In a book review on a new work treating the problems of immigration and Islam in Europe, a remarkable quote:
The author notes that even the prominent German philosopher Jürgen Habermas, who is an atheist, has acknowledged that "Christianity, and nothing else, is the ultimate foundation of liberty, conscience, human rights, and democracy, the benchmarks of Western civilization. To this we have no other options. We continue to nourish ourselves from this source. Everything else is postmodern chatter."Discussion question: What does it mean if an atheist says this? Presumably he doesn't believe the positive claims of Christianity any more, but he believes in the positive results of Christianity in bringing about a moral world.

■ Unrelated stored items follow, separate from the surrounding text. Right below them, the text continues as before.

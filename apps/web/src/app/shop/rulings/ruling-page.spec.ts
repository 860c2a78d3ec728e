import { TestBed } from '@angular/core/testing';
import { type Bearer, type Permission } from '@lib/contracts/web';
import { otherOutcomes } from '@lib/domain/warranty/outcomes';
import { Problem } from '../../core/api/problem';
import { Session } from '../../core/session/session';
import { AnsweringApi, onePage } from '../../testing/answering-api';
import { PageUnderTest } from '../../testing/page';
import { anAnswer } from '../../testing/session';
import { RulingPage } from './ruling-page';

function line(lineKey: string, list: number, cost: number, waiting: boolean) {
  return {
    lineKey,
    description: lineKey,
    list,
    cost,
    basis: `basis of ${lineKey}`,
    bearer: 'shop' as Bearer,
    waiting,
    decision: null,
    outcomes: otherOutcomes({ list, cost }),
    proposed: {
      bearer: 'shop' as Bearer,
      needsConfirmation: true,
      reasons: [
        { code: 'marked_own_mistake', words: 'Imre marked it as our own mistake.', decides: true },
        { code: 'caused_by_job', words: 'It followed from job 0398/2.', decides: false },
      ],
    },
  };
}

function rulings(waiting: number, lines: object[]) {
  return {
    visit: {
      id: 'v1',
      number: 412,
      on: '2031-05-06',
      store: { id: 's1', name: 'Foxglove Lane' },
      client: { id: 'c1', name: 'Alder & Finch' },
      tech: 'Imre',
      ticketId: null,
    },
    currency: 'GBP',
    edition: { id: 'e1', number: 2 },
    waiting,
    jobs: [
      {
        jobId: 'j1',
        position: 1,
        machine: { id: 'm1', bay: 'A-04', kind: 'top_loader' },
        symptom: null,
        finding: 'Lock burnt out',
        category: 'door',
        cause: 'shop_error',
        action: 'Lock fitted',
        lines,
      },
    ],
    totals: {
      list: 17_100,
      charged: 0,
      shop: 17_100,
      supplier: 0,
      contract: 0,
      goodwill: 0,
      ourCost: 8_810,
    },
  };
}

const asked = rulings(2, [
  line('Labour', 11_000, 4_600, true),
  line('Door lock', 6_100, 4_210, true),
]);
const settled = rulings(0, [
  line('Labour', 11_000, 4_600, false),
  line('Door lock', 6_100, 4_210, false),
]);
const next = {
  visitId: 'v2',
  visitNumber: 415,
  on: '2031-05-07',
  store: { id: 's2', name: 'Quay 9' },
  client: { id: 'c2', name: 'Quayside' },
  tech: 'Salma',
  jobs: 1,
  lines: 1,
  list: 100,
  cost: 40,
};

async function opened(permissions: Permission[], answers: object = {}) {
  const api = AnsweringApi.provide({
    'rulings.show': asked,
    'rulings.waiting': onePage([next]),
    'rulings.confirm': settled,
    'rulings.overrule': settled,
    ...answers,
  });
  const page = await PageUnderTest.open(RulingPage, 'rulings/:visitId', '/rulings/v1');
  TestBed.inject(Session).take(anAnswer({ permissions }));
  await page.rest();
  return { api, page };
}

describe('a ruling', () => {
  it('shows the reasons in their order beside the figures of all its lines', async () => {
    const { page } = await opened(['rulings.read', 'rulings.decide']);
    expect(page.text).toMatch(/Imre marked it.*It followed from job 0398\/2/s);
    expect(page.text).toContain('171.00');
    expect(page.text).toContain('88.10');
    expect(page.text).toContain('1 of 1 to decide');
  });

  it('confirms every waiting line with what it rests on, and leads on', async () => {
    const { api, page } = await opened(['rulings.read', 'rulings.decide', 'tickets.sign_off']);
    await page.press('Shop bears it');
    expect(api.sent('rulings.confirm')[0]?.body).toEqual({
      lines: [
        { lineKey: 'Labour', basis: 'basis of Labour' },
        { lineKey: 'Door lock', basis: 'basis of Door lock' },
      ],
    });
    expect(page.text).toContain('Sign off the ticket');
    expect(page.text).toContain('Next: visit 415, Quay 9, 1 line');
    expect(page.text).not.toContain('Shop bears it');
  });

  it('decides otherwise only with a reason', async () => {
    const { api, page } = await opened(['rulings.read', 'rulings.decide']);
    await page.press('Decide otherwise, with a reason');
    await page.press('Decide so');
    expect(api.sent('rulings.overrule')).toEqual([]);
    expect(page.text).toContain('Choose who bears it.');
  });

  it('is looked at again when the work was changed meanwhile', async () => {
    const changed = new Problem('conflict', 409, 'Conflict', 'The work was changed: look again.');
    const { api, page } = await opened(['rulings.read', 'rulings.decide'], {
      'rulings.confirm': changed,
    });
    await page.press('Shop bears it');
    expect(api.sent('rulings.show')).toHaveLength(2);
    expect(page.text).toContain('Shop bears it');
  });

  it('is not for the office to decide', async () => {
    const { page } = await opened(['rulings.read']);
    expect(page.text).toContain('The owner of the shop decides this.');
    expect(page.text).not.toContain('Decide otherwise');
  });
});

A second question: Isn't it true that at least most of these things are strongly rooted in Christian teaching? I would call democracy the exception, given its pre-Christian, Greek rootsm and the fact that the Catholic Church for two thousand years preferred other forms; though the current Pope has strongly endorsed the American model.
As for Liberty: We've all read about the similarity between the Declaration of Independence and the Declaration of Arbroath of 1320, composed at a monastery, addressed to the Pope.
The deeds of cruelty, massacre, violence, pillage, arson, imprisoning prelates, burning down monasteries, robbing and killing monks and nuns, and yet other outrages without number which he committed against our people, sparing neither age nor sex, religion nor rank, no one could describe nor fully imagine unless he had seen them with his own eyes.Our conscience and our ideas of human rights are chiefly the product of Christian inquiry in the Medieval period, and reactions to that in the Renaissance. Our human rights organizations, when they chide America or other Western powers for violations of the laws of war, are pointing to a field of study that arose in the Peace of God and Truce of God movements of the Middle Ages, the protection of noncombatants being their chief intent. The Geneva Conventions are rooted in nothing so much as the laws of war that Thomas Aquinas and others developed, perhaps most especially the Doctrine of Double Effect.
But from these countless evils we have been set free, by the help of Him Who though He afflicts yet heals and restores, by our most tireless Prince, King and Lord, the Lord Robert. He, that his people and his heritage might be delivered out of the hands of our enemies, met toil and fatigue, hunger and peril, like another Macabaeus or Joshua and bore them cheerfully. Him, too, divine providence, his right of succession according to or laws and customs which we shall maintain to the death, and the due consent and assent of us all have made our Prince and King. To him, as to the man by whom salvation has been wrought unto our people, we are bound both by law and by his merits that our freedom may be still maintained, and by him, come what may, we mean to stand. Yet if he should give up what he has begun, and agree to make us or our kingdom subject to the King of England or the English, we should exert ourselves at once to drive him out as our enemy and a subverter of his own rights and ours, and make some other man who was well able to defend us our King; for, as long as but a hundred of us remain alive, never will we on any conditions be brought under English rule. It is in truth not for glory, nor riches, nor honours that we are fighting, but for freedom — for that alone, which no honest man gives up but with life itself.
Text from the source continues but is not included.